Ok, its just that I don't understand how I could contest my idea in court, if the lawyer ran away with it.




WaterSprite said:


> No idea - you should ask them. I know they support start ups but it depends on the area of industry and likelihood of the creation of employment and exports. Also, no idea what %age would be appropriate - that depends on your business plan & amount you want invested. This is a different discussion and is more related to start-up funding - there's a fair amount of information here on AAM and also (for example) on Enterprise Ireland's site. You should talk to an EI rep or someone from your local Enterprise Board - that costs nothing and you'll get some good information. You should have any potential investors sign an NDA if you are disclosing your invention.


Ok, I have checked it up before,when I had another idea, I will go through it again.




WaterSprite said:


> There's more information  (startup site) and here (Enterprise Ireland)


 Yes I have seen this before too, will go through it.

By the way, if I could patent this, I will be giving you hugh praise


----------



## WaterSprite (21 Nov 2009)

Pope John 11 said:


> Its quite simple really, thats the amazing thing,I can't still get my head around it, so your saying no NDA, discuss the idea with them, he will then be in a position to quote me?



Don't discuss the specifics, the "secret sauce" bit - you'll need to explain the general idea (e.g. "I have an idea for a new anti-hangover pill") so that they know what kind of area it's in.  They will also be able to advise about what you need to do to keep your invention confidential.  

I believe that e.g. simple mechanical devices would be easier to process (i.e. quicker to see if it can be patented, cheaper to describe the invention in the application) and would probably be cheaper than e.g. a highly technical software patent).




Pope John 11 said:


> So what do I say to them, I have an idea to be patented, could you give me a quote?

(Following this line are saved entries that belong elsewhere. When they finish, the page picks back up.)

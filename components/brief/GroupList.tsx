// The groups of an outcome (METHODS.md §9): what the evidence supports, with certainty in words.
// Never a ranking: treatments within a group are listed alphabetically.
import { useTranslation } from "react-i18next";
import type { OutcomeView } from "#core/publication/brief-page";
import { Message } from "../Message";
import { Term } from "../Term";

export function GroupList({ outcome }: { outcome: OutcomeView }) {
  const { t } = useTranslation();
  return (
    <>
      <p className="mt-2 text-muted">{t(`brief.framework.${outcome.framework}`, { reference: outcome.reference.name })}</p>
      {outcome.thresholds ? (
        <p className="mt-2 text-muted" data-testid="thresholds">
          {t(`brief.thresholds.${outcome.thresholds.unit}`, {
            reference: outcome.reference.name,
            baseline: outcome.thresholds.baselinePer1000,
            unit: outcome.unit ?? "",
            small: outcome.thresholds.small ?? t("brief.thresholds.notSet"),
            moderate: outcome.thresholds.moderate ?? t("brief.thresholds.notSet"),
            large: outcome.thresholds.large ?? t("brief.thresholds.notSet"),
          })}
        </p>
      ) : null}
      <ol className="mt-4 space-y-4" data-testid="groups">
        {outcome.groups.map((group) => (
          <li
            key={`${group.level}-${group.firmness}`}
            className={`border-s-4 bg-white p-4 ${group.firmness === "firm" ? "border-accent" : group.firmness === "may" ? "border-accent/50 border-dashed" : group.firmness === "not-assessed" ? "border-rule border-dotted" : "border-rule"}`}
          >
            <h4 className="text-lg font-semibold"><Message message={group.label} /></h4>
            {group.label.key === "groups.referenceOnly" ? null : (
              <p className="font-sans text-xs uppercase tracking-wide text-muted"><Term term="certainty">{t(`brief.firmness.${group.firmness}`)}</Term></p>
            )}
            <ul className="mt-2 flex flex-wrap gap-x-4 gap-y-1">
              {group.treatments.map((treatment) => (
                <li key={treatment.id}>{treatment.name}</li>
              ))}
            </ul>
          </li>
        ))}
      </ol>
    </>
  );
}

Your problem will be having a patent agent taking you seriously (no offence) - they may not take kindly to an individual just knocking up.  So I'd go in with a bit of a plan, such as that you have spoken/are speaking to EI, have set up (or about to set up) a company and know something about e.g. potential manufacture of your invention, including costs and materials, your market size, potential customers, distributors, revenue stream etc.  Don't say that you've done research on the internet (apart from patent searching, but be specific on the types of things that may be similar to yours that are patented & try to be able to show the need that your product is addressing); say that you've taken preliminary advice from a commercial lawyer (ahem).  If you sound like you know what you are talking about from commercial standpoint (even if it's not necessarily the route you will go down), then they are likely to give you a free hour or so to talk you through the process.  Then yes, just ask for a quote and ask for a fee breakdown for each stage (drafting application, filing fees, different geographies, examination fees, time to grant, renewal fees).  You may want to ask about a short term patent in Ireland (or provisional patent in the US) as they will be cheaper (quick and "easy") but are an additional expense if you go the whole hog in the end.  You could probably get a provisional patent application done for a couple of thousand US$.




Pope John 11 said:


> Ok, its just that I don't understand how I could contest my idea in court, if the lawyer ran away with it.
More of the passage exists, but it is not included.